> _What is needed_
Lines from the line with "filename premiumlab/pipeline.py" to the line with "return read_json(self.path /" in the entries below, and only those, must be output exactly, with both ends included.

Collected data:
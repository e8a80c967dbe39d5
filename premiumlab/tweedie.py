"""Tweedie power by profile likelihood on the rows, with the true compound Poisson-Gamma density.

For 1 < p < 2 the response Y (a rate, with weight w) is a compound Poisson-Gamma variable:
N ~ Poisson(lam), lam = w mu^(2-p) / (phi (2-p)); Y | N = n ~ Gamma(n alpha, scale phi (p-1) mu^(p-1) / w),
alpha = (2-p)/(p-1); P(Y = 0) = exp(-lam). The density is statsmodels' ``Tweedie(eql=False)``
(series in the Wright Bessel function, evaluated only on positive responses; zeros in closed form).
The extended quasi-likelihood is infinite at zero losses and is not used.
"""
from __future__ import annotations

from collections.abc import Callable

import numpy as np
import scipy.optimize
import statsmodels.api as sm

POWER_GRID = tuple(round(1.0 + step / 10.0, 10) for step in range(1, 10))  # 1.1 .. 1.9
REFINE_STEP = 0.02
REFINE_HALF_WIDTH = 0.08
LOG_DISPERSION_HALF_WIDTH = 10.0


def tweedie_loglik_obs(
    y: np.ndarray, mu: np.ndarray, power: float, dispersion: float, weights: np.ndarray | float = 1.0
) -> np.ndarray:
    """log f(y; mu, phi / w, p) per observation (natural log), 1 < p < 2."""
    family = sm.families.Tweedie(var_power=power, eql=False)
    return family.loglike_obs(np.asarray(y, dtype=float), np.asarray(mu, dtype=float),
                              var_weights=weights, scale=dispersion)


def ml_dispersion(
    y: np.ndarray, mu: np.ndarray, power: float, weights: np.ndarray | float = 1.0
) -> tuple[float, float]:
    """(phi, log-likelihood) maximising the Tweedie log-likelihood over phi at fixed means.

    Bounded Brent search on log phi within e^+-10 of the Pearson estimate sum w (y-mu)^2/mu^p / n.
    """
    pearson = float(np.mean(weights * (y - mu) ** 2 / mu**power))

    def negative_loglik(log_phi: float) -> float:
        return -float(np.sum(tweedie_loglik_obs(y, mu, power, float(np.exp(log_phi)), weights)))

    centre = np.log(pearson)
    found = scipy.optimize.minimize_scalar(
        negative_loglik,
        bounds=(centre - LOG_DISPERSION_HALF_WIDTH, centre + LOG_DISPERSION_HALF_WIDTH),
        method="bounded",
        options={"xatol": 1e-9},
    )
    return float(np.exp(found.x)), -float(found.fun)


def profile_power(
    mean_at: Callable[[float], np.ndarray], y: np.ndarray, weights: np.ndarray
) -> tuple[float, list[dict[str, float]]]:
    """Best power and the profile [{power, loglik, dispersion}] in ascending power.

    ``mean_at(p)`` returns the fitted row means of the GLM at power p. Grid 1.1..1.9 by 0.1, then
    by 0.02 within 0.08 of the best grid point (kept inside [1.1, 1.9]).
    """
    profile: dict[float, dict[str, float]] = {}

    def evaluate(power: float) -> None:
        if power not in profile:
            dispersion, loglik = ml_dispersion(y, mean_at(power), power, weights)
            profile[power] = {"power": power, "loglik": loglik, "dispersion": dispersion}

    for power in POWER_GRID:
        evaluate(power)
    coarse_best = max(profile.values(), key=lambda entry: entry["loglik"])["power"]
    steps = int(round(REFINE_HALF_WIDTH / REFINE_STEP))
    for k in range(-steps, steps + 1):
        power = round(coarse_best + k * REFINE_STEP, 10)
        if POWER_GRID[0] <= power <= POWER_GRID[-1]:
            evaluate(power)
    best = max(profile.values(), key=lambda entry: entry["loglik"])["power"]
    return best, [profile[power] for power in sorted(profile)]
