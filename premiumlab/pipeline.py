"""`fit`: book + spec -> run directory (DESIGN 3.3): GLM baselines, boosted models, predictions."""
from __future__ import annotations

import os
import platform
import time
from dataclasses import dataclass
from pathlib import Path

import numpy as np
import pandas as pd

from premiumlab.cautions import cautions_for
from premiumlab.data import Book, Levels, categorise, factor_levels, load_book
from premiumlab.errors import InputError
from premiumlab.jsonio import read_json, write_json
from premiumlab.outputs import atomic_output
from premiumlab.spec import Spec, load_spec, parse_spec

MODEL_KINDS = ("glm", "gbm")
TARGETS = ("frequency", "severity", "pure_premium")


@dataclass
class Run:
    """A run directory read back: its manifest, factor levels and predictions."""

    path: Path
    manifest: dict
    spec: Spec
    levels: dict[str, Levels]

    def predictions(self) -> pd.DataFrame:
        return pd.read_parquet(self.path / "predictions.parquet")

    def model_json(self, name: str) -> dict:
        return read_json(self.path / "models" / f"{name}.json")

    def load_book(self, path: str | Path | None = None) -> Book:
        """The run's book (recorded relative to the run folder, or `path`), checked by its sha256."""
        p = Path(path) if path is not None else self.path / self.manifest["book"]["path_from_run"]
        book = load_book(p, self.spec)
        if book.sha256 != self.manifest["book"]["sha256"]:
            raise InputError(f"{p}: this is not the book the run {self.path} was fitted on (sha256 differs)")
        return book


def parse_models(text: str) -> list[str]:
    """'glm,gbm' -> ['glm', 'gbm'], refusing unknown names."""
    names = [t.strip() for t in text.split(",") if t.strip()]
    bad = [n for n in names if n not in MODEL_KINDS]
    if bad or not names:
        raise InputError(f"--models: unknown model kind {', '.join(bad) or '(none)'}; use glm, gbm or glm,gbm")
    return names


def _versions() -> dict[str, str]:
    import lightgbm
    import scipy
    import sklearn
    import statsmodels

    from premiumlab import __version__
    return {"premiumlab": __version__, "python": platform.python_version(), "numpy": np.__version__,
            "pandas": pd.__version__, "scipy": scipy.__version__, "statsmodels": statsmodels.__version__,
            "scikit-learn": sklearn.__version__, "lightgbm": lightgbm.__version__}


def glm_inputs(book: Book, cats: pd.DataFrame, levels: dict[str, Levels], rows: np.ndarray):
    """GLM inputs on the selected rows."""
    from premiumlab.glm import GlmInputs
    return GlmInputs(factors=cats.loc[rows].reset_index(drop=True),
                     base_levels={k: v.base for k, v in levels.items()},
                     exposure=book.exposure[rows], claim_count=book.claim_count[rows],
                     claim_amount=None if book.claim_amount is None else book.claim_amount[rows])


def fit(book_path: str | Path, spec_path: str | Path, out: str | Path, models: str = "glm,gbm",
        force: bool = False, progress: bool = False) -> Path:
    """Fit the requested models on the training part of the book and write the run directory."""
    kinds = parse_models(models)
    spec = load_spec(spec_path)
    out = Path(out)
    from premiumlab.outputs import check_target
    check_target(out, force)
    timings: dict[str, float] = {}
    t0 = time.perf_counter()
    book = load_book(book_path, spec)
    timings["load_seconds"] = time.perf_counter() - t0
    train = ~book.holdout
    if train.sum() == 0:
        raise InputError(f"{book_path}: every row fell in the holdout; lower split.holdout")
    levels = factor_levels(book, spec, train)
    cats = categorise(book.frame, levels)
    has_amount = book.claim_amount is not None
    with atomic_output(out, force=force) as tmp:
        (tmp / "models").mkdir()
        preds = pd.DataFrame({"row": np.arange(book.n_rows, dtype=np.int64), "holdout": book.holdout,
                              "exposure": book.exposure, "claim_count": book.claim_count,
                              "policy_group": pd.factorize(book.policy)[0].astype(np.int64)})
        if has_amount:
            preds["claim_amount"] = book.claim_amount
        glm_power = None
        if "glm" in kinds:
            t = time.perf_counter()
            glm_power = _fit_glms(book, cats, levels, train, spec, tmp, preds, has_amount)
            timings["glm_seconds"] = time.perf_counter() - t
        if "gbm" in kinds:
            from premiumlab.boosting import fit_gbms
            t = time.perf_counter()
            fit_gbms(book, spec, train, glm_power, tmp, preds, progress=progress)
            timings["gbm_seconds"] = time.perf_counter() - t
        preds.to_parquet(tmp / "predictions.parquet", index=False)
        if book.holdout.any():
            from premiumlab.comparison import holdout_metrics
            write_json(tmp / "metrics.json", holdout_metrics(preds, glm_power or 1.5))
        write_json(tmp / "levels.json", {k: {"labels": list(v.labels), "base": v.base,
                                             "edges": None if v.edges is None else list(v.edges)}
                                         for k, v in levels.items()})
        write_json(tmp / "run.json", {
            "format": "premiumlab.run", "version": 1,
            "spec": spec.raw,
            "book": {"path_from_run": os.path.relpath(Path(book_path).resolve(), out.resolve()),
                     "sha256": book.sha256},
            "rows": {"total": book.n_rows, "train": int(train.sum()), "holdout": int(book.holdout.sum())},
            "seed": spec.split.seed, "threads": spec.gbm.threads, "models": kinds,
            "warnings": [str(w) for w in book.warnings],
            "versions": _versions(), "timings": timings,
            "cautions": cautions_for(spec),
        })
    return out


def _fit_glms(book: Book, cats: pd.DataFrame, levels: dict[str, Levels], train: np.ndarray, spec: Spec,
              tmp: Path, preds: pd.DataFrame, has_amount: bool) -> float | None:
    from premiumlab.glm import fit_frequency, fit_pure_premium, fit_severity
    inputs = glm_inputs(book, cats, levels, train)
    engine = spec.glm.engine
    results = {"frequency": fit_frequency(inputs, engine=engine)}
    if has_amount:
        results["severity"] = fit_severity(inputs, engine=engine)
        results["pure_premium"] = fit_pure_premium(inputs, power=spec.glm.tweedie_power, engine=engine)
    for target, res in results.items():
        write_json(tmp / "models" / f"glm_{target}.json", res.to_json_dict())
        preds[f"glm_{target}"] = res.predict(cats)
    if has_amount:
        preds["glm_freq_x_sev"] = preds["glm_frequency"] * preds["glm_severity"]
        return results["pure_premium"].power
    return None


def open_run(path: str | Path) -> Run:
    """Read a run directory written by `fit`."""
    p = Path(path)
    if not (p / "run.json").is_file():
        raise InputError(f"{p}: not a run directory (no run.json); make one with `premiumlab fit`")
    manifest = read_json(p / "run.json")
    spec = parse_spec(manifest["spec"], source=f"{p}/run.json")
    raw_levels = read_json(p / "levels.json")
    levels = {k: Levels(k, tuple(v["labels"]), v["base"], None if v["edges"] is None else tuple(v["edges"]))
              for k, v in raw_levels.items()}
    return Run(p, manifest, spec, levels)
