def validate(book: str | Path, *, spec: str | Path, cluster: str | None = None) -> ValidationReport:
    """Check a book against a spec: every finding, and a profile when the book has no errors.

    Parameters
    ----------
    book : str or Path
        Book (.csv, .parquet or a folder of parts).
    spec : str or Path
        Pricing spec TOML.
    cluster : str or None
        Check the slices of a Parquet book on Dask: local:N or a scheduler address.

    Returns
    -------
    ValidationReport
        Findings (`.errors` the errors among them) and the profile per level or band (exposure,
        claims, amount, frequency = claims / exposure, severity = amount / claims, loss cost =
        amount / exposure), None when the book has errors.
    """
    from premiumlab.book.validate import validate_book

    return validate_book(book, spec, cluster=cluster)


def fit(
    book: str | Path,
    *,
    spec: str | Path,
    out: str | Path,
    models: str = "glm,gbm",
    cluster: str | None = None,
    force: bool = False,
    progress: Progress | None = None,
) -> Run:
    """Fit GLM baselines and boosted models on the training part; write the run directory.

    Parameters
    ----------
    book : str or Path
        Book (.csv, .parquet or a folder of parts).
    spec : str or Path
        Pricing spec TOML.
    out : str or Path
        Run directory to write.
    models : str
        Model kinds, comma separated: glm, gbm.
    cluster : str or None
        Run the GLMs' passes over the rows and the boosted-model search on Dask: local:N or a
        scheduler address.
    force : bool
        Replace an existing run directory.
    progress : Progress or None
        Told the experience step's totals (None: nothing is said).

    Returns
    -------
    Run
        The run directory read back (as `open_run` gives it).
    """
    from premiumlab.runs.fit import fit as fit_run
    from premiumlab.runs.rundir import open_run

    return open_run(fit_run(book, spec, out, models=models, force=force, progress=progress, cluster=cluster))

> _Exercise result_
filename premiumlab/pipeline.py
"""`fit`: book + spec -> run directory (DESIGN 3.3): GLM baselines, boosted models, predictions."""
from __future__ import annotations

import os
import platform
import time
from dataclasses import dataclass
from pathlib import Path

import numpy as np
import pandas as pd

from premiumlab.cautions import cautions_for
from premiumlab.data import Book, Levels, categorise, factor_levels, load_book
from premiumlab.errors import InputError
from premiumlab.jsonio import read_json, write_json
from premiumlab.outputs import atomic_output
from premiumlab.spec import Spec, load_spec, parse_spec

MODEL_KINDS = ("glm", "gbm")
TARGETS = ("frequency", "severity", "pure_premium")


@dataclass
class Run:
    """A run directory read back: its manifest, factor levels and predictions."""

    path: Path
    manifest: dict
    spec: Spec
    levels: dict[str, Levels]

    def predictions(self) -> pd.DataFrame:
        return pd.read_parquet(self.path / "predictions.parquet")

    def model_json(self, name: str) -> dict:
        return read_json(self.path / "models" / f"{name}.json")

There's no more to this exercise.